20. dynamic detection systems according to claim 19, wherein said light source module comprises multiple luminescence units, described dynamic detection system comprises multiple detection of dynamic subsystems, and each detection of dynamic subsystem comprises luminescence unit, imageing sensor and arithmetic element.

21. dynamic detection systems according to claim 20, wherein each detection of dynamic subsystem is hand gesture detecting device.

22. dynamic detection systems according to claim 1, this dynamic detection system also comprises:

Multiple arithmetic elements, the plurality of arithmetic element couples with described imageing sensor respectively, each arithmetic element in order to receive one in described image sensing result and produce point out described object under test dynamically or the judged result of form, master control arithmetic element in wherein said arithmetic element receives judged result the generation judgement output that other arithmetic elements produce, and described control module exports to produce described steering order according to described judgement.

23. 1 kinds of dynamic detection systems, this dynamic detection system comprises:

Light source module, this light source module provides light beam;

Multiple imageing sensors, the plurality of imageing sensor produces multiple different image sensing results for the light beam of at least one object under test reflection respectively;

Control module, this control module and described imageing sensor couple, in order to produce steering order according to described image sensing result; And

Wireless transmission module, this wireless transmission module and described control module couple, in order to described steering order is sent to main frame.

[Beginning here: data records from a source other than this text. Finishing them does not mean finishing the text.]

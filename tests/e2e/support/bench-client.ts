/**
 * A client of the running app's bench API, as a lab script would use it: a personal API token
 * (prepared in the data directory before the server starts), multipart POSTs, status polling.
 */
import { execFile } from "node:child_process";
import path from "node:path";
import { promisify } from "node:util";
import type { StoredRun } from "../../robustness/support/result-rows";

const run = promisify(execFile);

export interface RunState {
  id: string;
  status: string;
  cell_serial: string;
  file: { name: string; size_bytes: number; sha256: string };
  error: { code: string; message: string; line?: number } | null;
  latest_version: number | null;
  key_numbers: { charged_mAh: number | null; discharged_mAh: number | null } | null;
}

/**
 * Seeds the demo's users and cells into `<dataRoot>/pglite` and returns a fresh API token of the
 * demo technician and a few of the demo's cell serials. Call it before the server starts: the server then holds the directory.
 */
export async function prepareDataRoot(dataRoot: string): Promise<{ token: string; serials: string[] }> {
  return JSON.parse(await dataRootScript(dataRoot, "prepare-data-root.ts", [])) as { token: string; serials: string[] };
}

/** What the data directory holds for these runs; only while no server holds it. */
export async function storedRuns(dataRoot: string, runIds: string[]): Promise<Record<string, StoredRun | null>> {
  return JSON.parse(await dataRootScript(dataRoot, "stored-runs-cli.ts", runIds)) as Record<string, StoredRun | null>;
}

/** Runs a script of this folder against `<dataRoot>/pglite`, as the app's own scripts run, and answers its last line. */
async function dataRootScript(dataRoot: string, script: string, args: string[]): Promise<string> {
  const { stdout } = await run(process.execPath, [path.join("node_modules", "tsx", "dist", "cli.mjs"), "--conditions=react-server", path.join("tests", "e2e", "support", script), ...args], {
    // The secret only has to pass the env check: seeding hashes passwords without it.
    env: { ...process.env, KNEEPOINT_DATA_DIR: dataDirOf(dataRoot), BETTER_AUTH_SECRET: "prepare-data-root-secret-only-hashes-passwords" },
    maxBuffer: 1 << 20,
  });
  return stdout.trim().split("\n").at(-1) ?? "";
}

/** Where `npm start` keeps the PGlite directory under a data root. */
export const dataDirOf = (dataRoot: string): string => path.join(dataRoot, "pglite");

export class BenchClient {
  constructor(
    readonly url: string,
    private readonly token: string,
  ) {}

  private headers(): Record<string, string> {
    return { authorization: `Bearer ${this.token}` };
  }

  /** Counts the 429s this client waited out, so a test can tell it met the API's rate limit. */
  rateLimitedCount = 0;

  /** One request, waiting out a 429 as a well-behaved bench script does (Retry-After, in ms from the body). */
  private async send(url: string, init: RequestInit = {}): Promise<Response> {
    for (;;) {
      const response = await fetch(url, { ...init, headers: this.headers() });
      if (response.status !== 429) return response;
      this.rateLimitedCount += 1;
      const body = (await response.json()) as { retryAfterMs?: number };
      const waitMs = body.retryAfterMs ?? Number(response.headers.get("retry-after") ?? "1") * 1000;
      await new Promise((r) => setTimeout(r, waitMs));
    }
  }

  /** POST /api/v1/runs with one log file; answers the status and the run (when one was made). */
  async post(fields: Record<string, string>, file: Blob, name: string): Promise<{ status: number; run: RunState | null }> {
    const form = new FormData();
    for (const [k, v] of Object.entries(fields)) form.set(k, v);
    form.set("file", file, name);
    const response = await this.send(`${this.url}/api/v1/runs`, { method: "POST", body: form });
    const body = (await response.json()) as { run?: RunState | null };
    return { status: response.status, run: body.run ?? null };
  }

  async get(runId: string): Promise<RunState> {
    const response = await this.send(`${this.url}/api/v1/runs/${runId}`);
    if (response.status !== 200) throw new Error(`GET run ${runId}: ${response.status} ${await response.text()}`);
    return ((await response.json()) as { run: RunState }).run;
  }

  async cellRuns(serial: string): Promise<RunState[]> {
    const response = await this.send(`${this.url}/api/v1/cells/${encodeURIComponent(serial)}/runs`);
    if (response.status !== 200) throw new Error(`GET runs of ${serial}: ${response.status}`);
    return ((await response.json()) as { runs: RunState[] }).runs;
  }

  /** Polls the run until `done` holds, or throws after `timeout_ms` naming the last status. */
  async waitFor(runId: string, done: (r: RunState) => boolean, timeout_ms: number, every_ms = 50): Promise<RunState> {
    const deadline = Date.now() + timeout_ms;
    for (;;) {
      const state = await this.get(runId);
      if (done(state)) return state;
      if (Date.now() > deadline) throw new Error(`run ${runId} still ${state.status} after ${timeout_ms} ms`);
      await new Promise((r) => setTimeout(r, every_ms));
    }
  }
}

export const settled = (r: RunState): boolean => r.status === "complete" || r.status === "failed";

24. dynamic detection systems according to claim 23, this dynamic detection system also comprises:

Multiple arithmetic elements, the plurality of arithmetic element couples with described imageing sensor respectively, each arithmetic element in order to receive one in described image sensing result and produce point out described object under test dynamically or the judged result of form, master control arithmetic element in wherein said arithmetic element receives judged result the generation judgement output that other arithmetic elements produce, and described control module exports to produce described steering order according to described judgement;

Wherein said light source module comprises multiple luminescence units, described dynamic detection system also comprises multiple wireless transmission modules and multiple detection of dynamic subsystem, each detection of dynamic subsystem comprises luminescence unit, imageing sensor, arithmetic element and wireless transmission module, and the master control detection of dynamic subsystem that comprises described master control arithmetic element receives by described wireless transmission module the judged result that other arithmetic elements produce.

25. 1 kinds of dynamic detection systems, this dynamic detection system comprises:

The first detection of dynamic subsystem, this the first detection of dynamic subsystem comprises light-emitting component, imageing sensor and arithmetic element, and wherein said the first detection of dynamic subsystem produces the judged result of relative distance, angle or the moving direction of pointing out object under test and imageing sensor according to described imageing sensor and described arithmetic element;

The first electronic installation, this first electronic installation is suitable for receiving described judged result and transmits described judged result, and described the first detection of dynamic subsystem is arranged on described the first electronic installation; And

Second electronic device, this second electronic device is suitable for receiving the described judged result from described the first electronic installation, and this judged result is for controlling or operate the state of described second electronic device.